Yayoi Kusama - Artists - Anthony Meier

Yayoi Kusama is one of the world’s most iconic and celebrated artists working today. With connections to Pop Art, Minimalism, psychedelia and popular culture, Kusama’s multidisciplinary career transcends categories as the artist continues to innovate over a career spanning more than 70 years. Kusama’s artistic practice encompasses paintings, sculpture, installations, works on paper, performances, films, fashion, design and literary works. Her work across this wide breadth of media alludes to both microscopic and macroscopic universes.

Born in 1929 in Matsumoto, Japan, Kusama began her artistic education at the Kyoto City Senior High School of Art. Early in her artistic career, she had several solo exhibitions in Japan before moving to New York in 1958. She developed a style that embraced repetitive mark-making and organic patterns and forms on canvas, expanding to environmental creations after 1962. In the mid-1960s in New York, she established herself as a pioneering avant-garde artist by staging groundbreaking performances, events and exhibitions. She moved back to Japan in 1973 where she lives and works in Tokyo. Her work gained renewed widespread recognition in the late 1980s following several notable international solo exhibitions. She created her first mirrored environment in 1965, her first darkened Infinity Mirror Room in 2000, and has since constructed over 20 such installations that have become audience favorites worldwide. In 1993, Kusama represented Japan at the 45th Venice Biennale, receiving much critical acclaim, and she began to create open-air sculptures in 1994.

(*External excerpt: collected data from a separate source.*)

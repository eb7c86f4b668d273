// Icon by icon: importing the whole set would put 3,700 drawings into the bundle.
import ArrowRight from 'lucide-react-native/icons/arrow-right';
import ArrowUp from 'lucide-react-native/icons/arrow-up';
import BriefcaseMedical from 'lucide-react-native/icons/briefcase-medical';
import Calculator from 'lucide-react-native/icons/calculator';
import Check from 'lucide-react-native/icons/check';
import ChevronLeft from 'lucide-react-native/icons/chevron-left';
import ChevronRight from 'lucide-react-native/icons/chevron-right';
import CircleCheck from 'lucide-react-native/icons/circle-check';
import CloudCheck from 'lucide-react-native/icons/cloud-check';
import CloudOff from 'lucide-react-native/icons/cloud-off';
import Copy from 'lucide-react-native/icons/copy';
import Download from 'lucide-react-native/icons/download';
import FileText from 'lucide-react-native/icons/file-text';
import Folders from 'lucide-react-native/icons/folders';
import Footprints from 'lucide-react-native/icons/footprints';
import Hand from 'lucide-react-native/icons/hand';
import Hourglass from 'lucide-react-native/icons/hourglass';
import Info from 'lucide-react-native/icons/info';
import Keyboard from 'lucide-react-native/icons/keyboard';
import Layers from 'lucide-react-native/icons/layers';
import Lock from 'lucide-react-native/icons/lock';
import LockOpen from 'lucide-react-native/icons/lock-open';
import Minus from 'lucide-react-native/icons/minus';
import MoveVertical from 'lucide-react-native/icons/move-vertical';
import OctagonAlert from 'lucide-react-native/icons/octagon-alert';
import PawPrint from 'lucide-react-native/icons/paw-print';
import Pencil from 'lucide-react-native/icons/pencil';
import Plus from 'lucide-react-native/icons/plus';
import Printer from 'lucide-react-native/icons/printer';
import RotateCw from 'lucide-react-native/icons/rotate-cw';
import Scissors from 'lucide-react-native/icons/scissors';
import Square from 'lucide-react-native/icons/square';
import Star from 'lucide-react-native/icons/star';
import Sun from 'lucide-react-native/icons/sun';
import Trash from 'lucide-react-native/icons/trash';
import TriangleAlert from 'lucide-react-native/icons/triangle-alert';
import Undo2 from 'lucide-react-native/icons/undo-2';
import UserRound from 'lucide-react-native/icons/user-round';
import UsersRound from 'lucide-react-native/icons/users-round';
import Volume2 from 'lucide-react-native/icons/volume-2';
import X from 'lucide-react-native/icons/x';

/** The icons that come from Lucide, by the name they go by here. */
export const lucide = {
  back: ChevronLeft,
  plus: Plus,
  minus: Minus,
  undo: Undo2,
  keypad: Calculator,
  scissors: Scissors,
  check: Check,
  done: CircleCheck,
  chevron: ChevronRight,
  sun: Sun,
  lock: Lock,
  unlock: LockOpen,
  firstAid: BriefcaseMedical,
  layers: Layers,
  keyboard: Keyboard,
  star: Star,
  triangle: TriangleAlert,
  octagon: OctagonAlert,
  info: Info,
  cloudOff: CloudOff,
  cloudCheck: CloudCheck,
  ready: Sun,
  projects: Folders,
  me: UserRound,
  hourglass: Hourglass,
  arrowRight: ArrowRight,
  arrowUp: ArrowUp,
  hand: Hand,
  shoes: Footprints,
  paw: PawPrint,
  mat: Square,
  height: MoveVertical,
  people: UsersRound,
  printer: Printer,
  copy: Copy,
  trash: Trash,
  pencil: Pencil,
  download: Download,
  refresh: RotateCw,
  file: FileText,
  volume: Volume2,
  close: X,
};
export type LucideName = keyof typeof lucide;
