import { StyleSheet, View } from 'react-native';

import { rulerMarks } from '@/components/ui/ruler-marks';
import { useTheme } from '@/components/ui/theme';
import { Txt } from '@/components/ui/txt';
import { useTextScale } from '@/components/ui/use-text-scale';
import type { Station } from '@/shared/model/codes';

interface RulerBarProps {
  value: number;
  of: number;
  /** units between short ticks: one a cut */
  tick: number;
  /** units between long, numbered ticks: one a stack */
  longTick?: number | undefined;
  station?: Station | undefined;
  /** it stands on the station's own fill, not on paper */
  onFill?: boolean | undefined;
  /** no name of its own: what it stands in says the number */
  silent?: boolean | undefined;
}

/** Progress as a ruler: a tick a cut, a long tick a stack, numbers under it. */
export function RulerBar(props: RulerBarProps) {
  const { value, of, tick, longTick, station = 'table', onFill = false, silent = false } = props;
  const theme = useTheme();
  const scale = useTextScale();
  const dye = theme.station(station);
  const ink = onFill ? dye.onFill : dye.ink;
  const share = of > 0 ? Math.min(1, Math.max(0, value / of)) : 0;
  const marks = rulerMarks(of, tick, longTick, Math.floor(7 / scale));
  const named = { role: 'img' as const, 'aria-label': `${value} of ${of}` };
  return (
    <View {...(silent ? { 'aria-hidden': true } : named)}>
      <View style={[styles.bar, { borderColor: ink }]}>
        <View style={[styles.fill, { width: `${share * 100}%`, backgroundColor: ink }]} />
        {marks
          .filter(({ at }) => at > value && at < of)
          .map(({ at, long }) => (
            <View
              key={at}
              style={[
                styles.tick,
                long && styles.long,
                { left: `${(at / of) * 100}%`, backgroundColor: ink },
              ]}
            />
          ))}
      </View>
      <View style={[styles.numbers, { minHeight: 20 * scale }]} aria-hidden>
        {marks.map(({ at, label }) =>
          label === null ? null : (
            <View key={at} style={[styles.number, numberPlace(at / of)]}>
              <Txt kind="label" color={ink}>
                {label}
              </Txt>
            </View>
          ),
        )}
      </View>
    </View>
  );
}

/** The ends stay inside the bar; the others stand centred under their tick. */
function numberPlace(share: number) {
  if (share === 0) return { left: 0, alignItems: 'flex-start' as const };
  if (share === 1) return { right: 0, alignItems: 'flex-end' as const };
  return { left: `${share * 100}%` as const, marginLeft: -30, alignItems: 'center' as const };
}

const styles = StyleSheet.create({
  bar: { height: 15.5, borderRadius: 4, borderWidth: 1.5, overflow: 'hidden' },
  fill: { height: '100%' },
  tick: { position: 'absolute', bottom: 0, height: 6, width: 1.25, marginLeft: -0.6 },
  long: { height: '100%', width: 1.5, marginLeft: -0.75 },
  numbers: { marginTop: 4 },
  number: { position: 'absolute', width: 60 },
});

Over the past 25 years, Kusama’s work has been featured in numerous major museum exhibitions around the world, including presentations at the ICA Boston; Pérez Art Museum Miami; The Broad, Los Angeles; Museo Nacional Centro de Arte Reina Sofía, Madrid; Centre Georges Pompidou, Paris; Tate Modern, London; the Whitney Museum of American Art, New York; Art Gallery of Ontario, Toronto; National Gallery of Singapore; Gallery of Modern Art in Brisbane, Australia; Museum of Modern and Contemporary Art in Nusantara, Jakarta; Tel Aviv Museum of Art; Qatar Museums, Doha; M+ Museum in Hong Kong and Guggenheim Bilbao Museum.